Technology companies have been scouring blogs to find new talent for a while, but now recruiters in other industries – retail, hospitality, sales, marketing, advertising and so many more – are checking out blogs to find talented people who are passionate about their skills and knowledge.
Among the popular sites to set up your own blog include Blogger.com, Vox.com, WordPress.com and LiveJournal.com . (Check each site before settling on one so you’re comfortable with the format and requirements.) Follow the easy-to-use instructions on how to create a blog on the topic of your professional expertise and then decide on your content. You can offer your opinion and expertise on current hot button issues in your field or you could go the opposite route and use the blog to dissect obscure aspects of your field. Link to articles and other blogs of interest, and then ask those bloggers and writers to link back to your stuff too.
Your resume is the document that states what you claim to know, and a blog is an in-depth forum showcasing or proving what you know.
Just like company websites have an “About Us” section, you should create an “About Me” section, including details on your education, work experience and skills and interests.
Be sure to use “public” not “private” forums so your content is searchable and accessible by everyone, not just those you designate.
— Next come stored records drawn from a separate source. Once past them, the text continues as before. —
"""Nearest-neighbour look-up: the reference values of the closest calibration samples.

A new spectrum gets the reference value of its nearest calibration sample
or, with ``n_neighbors = k > 1``, the mean of the k nearest weighted by the
inverse distance (``weights="distance"``; a neighbour at distance 0 takes all
the weight, shared with any other at 0) or unweighted (``"uniform"``) —
the k-nearest-neighbour rule (Cover & Hart, IEEE Trans. Inf. Theory 13:21,
1967), the same rule as scikit-learn's ``KNeighborsRegressor``.

Space and metric:

``spectra``
    Euclidean distance between preprocessed spectra.
``scores``
    Mahalanobis distance between PCA scores (metric S⁻¹, S the covariance of
    the calibration scores), computed as the Euclidean distance of the
    scores divided by √λₐ. The PCA is the project's
    :class:`registry.selection.space.SelectionSpace`.

Distance limit (default): the largest distance from a calibration sample to
its nearest *other* calibration sample — the rule of the ``nearest_neighbour``
check in :mod:`registry.chemometrics.diagnostics`. A sample whose *nearest*
neighbour is farther than the limit lies in a gap of the calibration space:
it gets no value (NaN), only the ``nearest_neighbour`` flag. Otherwise the
value uses all k neighbours. The neighbours (calibration row indices), their
distances and values, and the range of their values are always reported.
"""

from __future__ import annotations

import numbers
from typing import Any

import numpy as np

from registry.chemometrics.families._state import take_arrays
from registry.chemometrics.families.checks import FamilyChecks
from registry.chemometrics.pls import check_xy
from registry.errors import InputError
from registry.selection.space import SelectionSpace

SPACES = ("spectra", "scores")
WEIGHTS = ("distance", "uniform")
FLAGS = ("nearest_neighbour",)
_BLOCK = 256  # query rows per distance block: bounded memory for large sets
_SPARE = 4


def _k_nearest(Z: np.ndarray, points: np.ndarray, k: int, exclude_self: bool = False):
    """Indices and Euclidean distances of the k nearest rows of ``points``, nearest first."""
    n_q = Z.shape[0]
    idx = np.empty((n_q, k), dtype=np.int64)
    dist = np.empty((n_q, k))
    sq = np.einsum("ij,ij->i", points, points)
    for start in range(0, n_q, _BLOCK):
        block = Z[start:start + _BLOCK]
        d2 = np.einsum("ij,ij->i", block, block)[:, None] + sq[None, :] - 2.0 * block @ points.T
        if exclude_self:
            rows = np.arange(block.shape[0])
            d2[rows, start + rows] = np.inf
        # a few spare candidates: the expansion above can misorder near-ties by rounding
        n_cand = min(k + _SPARE, points.shape[0])
        if n_cand < points.shape[0]:
            cand = np.argpartition(d2, n_cand - 1, axis=1)[:, :n_cand]
        else:
            cand = np.tile(np.arange(points.shape[0]), (block.shape[0], 1))
        if exclude_self:
            cand = np.where(cand == (start + np.arange(block.shape[0]))[:, None], -1, cand)
        # distances of the candidates recomputed directly: no cancellation error
        exact = np.linalg.norm(block[:, None, :] - points[cand], axis=2)
        exact[cand < 0] = np.inf
        order = np.lexsort((cand, exact), axis=1)[:, :k]
        idx[start:start + _BLOCK] = np.take_along_axis(cand, order, axis=1)
        dist[start:start + _BLOCK] = np.take_along_axis(exact, order, axis=1)
    return idx, dist


def weighted_mean(values: np.ndarray, distances: np.ndarray, weights: str) -> np.ndarray:
    """Row-wise mean of neighbour values, inverse-distance or uniform weights."""
    if weights == "uniform":
        return values.mean(axis=1)
    with np.errstate(divide="ignore"):
        w = 1.0 / distances
    at_zero = np.isinf(w)
    rows = at_zero.any(axis=1)
    w[rows] = at_zero[rows]
    return np.sum(w * values, axis=1) / np.sum(w, axis=1)


class NeighbourLookup:
    """Reference value(s) of the nearest calibration sample(s).

    Parameters
    ----------
    n_neighbors : int, default 1
    space : {"spectra", "scores"}, default "spectra"
        Euclidean on preprocessed spectra, or Mahalanobis on PCA scores.
    n_components : int, optional
        PCA components (``scores`` only); default: ``explained_variance``.
    explained_variance : float, default 0.99
        Share of variance the PCA keeps when ``n_components`` is not given.
    weights : {"distance", "uniform"}, default "distance"
    distance_limit : float, optional
        Default: the largest nearest-neighbour distance within the
        calibration set.

    Attributes
    ----------
    points_ : ndarray (n, d)
        Calibration samples in the working space (centred spectra, or
        scores divided by √λ).
    y_ : ndarray (n,)
    centre_ : ndarray (p,)
        Subtracted from spectra before distances (``spectra`` space; keeps
        the squared-distance expansion accurate for spectra with a large
        common offset).
    pca_ : SelectionSpace or None
    distance_limit_ : float
    n_samples_ : int
    """

    family = "neighbours"

    def __init__(self, n_neighbors: int = 1, space: str = "spectra",
                 n_components: int | None = None, explained_variance: float = 0.99,
                 weights: str = "distance", distance_limit: float | None = None):
        self.n_neighbors = n_neighbors
        self.space = space
        self.n_components = n_components
        self.explained_variance = explained_variance
        self.weights = weights
        self.distance_limit = distance_limit

    def _check_params(self):
        k = self.n_neighbors
        if isinstance(k, bool) or not isinstance(k, numbers.Integral) or k < 1:
            raise InputError(f"n_neighbors must be a positive integer, got {k!r}",
                             field="n_neighbors")
        if self.space not in SPACES:
            raise InputError(f"space must be one of {', '.join(SPACES)}", field="space")
        if self.weights not in WEIGHTS:
            raise InputError(f"weights must be one of {', '.join(WEIGHTS)}", field="weights")
        limit = self.distance_limit
        if limit is not None and (isinstance(limit, bool) or not isinstance(limit, numbers.Real)
                                  or not np.isfinite(limit) or limit < 0):
            raise InputError("distance_limit must be a finite number ≥ 0", field="distance_limit")

    def fit(self, X, y) -> "NeighbourLookup":
        """Store the calibration samples in the working space.

        Parameters
        ----------
        X : ndarray (n, p)
            Preprocessed calibration spectra.
        y : ndarray (n,)
            Their reference values.
        """
        self._check_params()
        X, y = check_xy(X, y)
        n = X.shape[0]
        if n < 2:
            raise InputError("need at least 2 calibration samples", field="X")
        if self.n_neighbors > n:
            raise InputError(f"n_neighbors={self.n_neighbors} exceeds the {n} calibration "
                             "samples", field="n_neighbors")
        if self.space == "scores":
            self.pca_ = SelectionSpace(explained_variance=self.explained_variance,
                                       n_components=self.n_components).fit(X)
            self.centre_ = np.zeros(X.shape[1])
        else:
            self.pca_ = None
            self.centre_ = X.mean(axis=0)
        self.points_ = np.ascontiguousarray(self._coordinates(X))
        self.y_ = y
        if self.distance_limit is None:
            _, d = _k_nearest(self.points_, self.points_, 1, exclude_self=True)
            self.distance_limit_ = float(d.max())
        else:
            self.distance_limit_ = float(self.distance_limit)
        self.n_samples_ = n
        return self

    def _coordinates(self, X: np.ndarray) -> np.ndarray:
        if self.pca_ is None:
            return X - self.centre_
        return self.pca_.transform(X) / np.sqrt(self.pca_.eigenvalues_)

    def _spectra(self, X) -> np.ndarray:
        X, _ = check_xy(np.atleast_2d(np.asarray(X, dtype=np.float64)))
        if X.shape[1] != self.centre_.size:
            raise InputError(f"spectra must have {self.centre_.size} preprocessed points, "
                             f"got {X.shape[1]}", field="X")
        return X

    def kneighbors(self, X) -> tuple[np.ndarray, np.ndarray]:
        """(distances (n, k), calibration row indices (n, k)), nearest first."""
        idx, dist = _k_nearest(self._coordinates(self._spectra(X)), self.points_,
                               int(self.n_neighbors))
        return dist, idx

    def check(self, X) -> FamilyChecks:
        """Values (NaN beyond the limit), neighbours and the distance flag."""
        dist, idx = self.kneighbors(X)
        values = self.y_[idx]
        beyond = dist[:, 0] > self.distance_limit_
        y_pred = weighted_mean(values, dist, self.weights)
        y_pred[beyond] = np.nan
        return FamilyChecks(
            y_pred=y_pred,
            values={"nn_distance": dist[:, 0], "neighbour_index": idx,
                    "neighbour_distance": dist, "neighbour_value": values,
                    "neighbour_range": values.max(axis=1) - values.min(axis=1)},
            limits={"distance_limit": self.distance_limit_},
            flags={"nearest_neighbour": beyond}, flag_order=FLAGS)

    def evidence(self) -> dict[str, Any]:
        """What is looked up: the rule, the space, the limit and the tested values."""
        return {"n_neighbors": int(self.n_neighbors), "space": self.space,
                "weights": self.weights, "distance_limit": self.distance_limit_,
                "distance_limit_given": self.distance_limit is not None,
                "n_components": None if self.pca_ is None else int(self.pca_.n_components_),
                "n_samples": self.n_samples_, "calibration_y": self.y_.copy()}

    def explain(self, x) -> dict[str, Any]:
        """One spectrum's neighbours (calibration rows, distances, reference values), their
        spread, the limit and the looked-up value (None beyond the limit)."""
        checks = self.check(self._spectra(x)[:1])
        rec = checks.records()[0]
        values = np.asarray(rec["neighbour_value"], dtype=np.float64)
        return {"neighbour_index": rec["neighbour_index"],
                "neighbour_distance": rec["neighbour_distance"],
                "neighbour_value": rec["neighbour_value"],
                "spread": rec["neighbour_range"],
                "sd": float(values.std(ddof=1)) if values.size > 1 else None,
                "distance_limit": rec["distance_limit"], "y_pred": rec["y_pred"],
                "flags": rec["flags"], "weights": self.weights}

    def predict(self, X) -> np.ndarray:
        """Looked-up values; NaN where the nearest neighbour is beyond the limit."""
        return self.check(X).y_pred

    # ----------------------------------------------------------- plain state
    def _array_names(self) -> tuple[str, ...]:
        base = ("points", "y", "centre")
        return base + (("pca_mean", "pca_components", "pca_eigenvalues")
                       if self.space == "scores" else ())

    def state_arrays(self) -> dict[str, np.ndarray]:
        out = {"points": self.points_, "y": self.y_, "centre": self.centre_}
        if self.pca_ is not None:
            out.update(pca_mean=self.pca_.mean_, pca_components=self.pca_.components_,
                       pca_eigenvalues=self.pca_.eigenvalues_)
        return {k: np.ascontiguousarray(v) for k, v in out.items()}

    def state_json(self) -> dict[str, Any]:
        return {"family": self.family, "n_neighbors": int(self.n_neighbors),
                "space": self.space,
                "n_components": None if self.n_components is None else int(self.n_components),
                "explained_variance": float(self.explained_variance), "weights": self.weights,
                "distance_limit_given": self.distance_limit is not None,
                "distance_limit": self.distance_limit_, "n_samples": self.n_samples_}

    @classmethod
    def from_state(cls, arrays: dict[str, np.ndarray], meta: dict[str, Any]) -> "NeighbourLookup":
        model = cls(n_neighbors=meta["n_neighbors"], space=meta["space"],
                    n_components=meta["n_components"],
                    explained_variance=meta["explained_variance"], weights=meta["weights"],
                    distance_limit=meta["distance_limit"] if meta["distance_limit_given"] else None)
        model._check_params()
        state = take_arrays(arrays, model._array_names(), cls.family)
        model.points_, model.y_, model.centre_ = state["points"], state["y"], state["centre"]
        model.pca_ = None
        if model.space == "scores":
            pca = SelectionSpace(explained_variance=model.explained_variance,
                                 n_components=model.n_components)
            pca.mean_, pca.components_ = state["pca_mean"], state["pca_components"]
            pca.eigenvalues_ = state["pca_eigenvalues"]
            pca.n_components_ = int(pca.eigenvalues_.size)
            model.pca_ = pca
        model.distance_limit_ = float(meta["distance_limit"])
        model.n_samples_ = int(meta["n_samples"])
        return model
This enables recruiters and hiring managers to find you.
Submit your blog at no charge on Technorati.com , which is a search engine of thousands of blogs searchable by category. Be proactive about promoting your blog by sending links to your musings and work to people in your field who would likely be interested.
Above all, pay particular attention to your writing skills. Even if your thoughts are great but the spelling and grammar leave a lot to be desired, you’re not delivering the right impression.
Post expert opinions
Get your name and your knowledge out there by posting reviews to books on Amazon.com or other similar sites related to your expertise. You can also post comments on industry blogs and message boards that showcase your knowledge. All of this content becomes accessible by other people who are interested in the same topics. And they’re becoming a primary source for recruiters.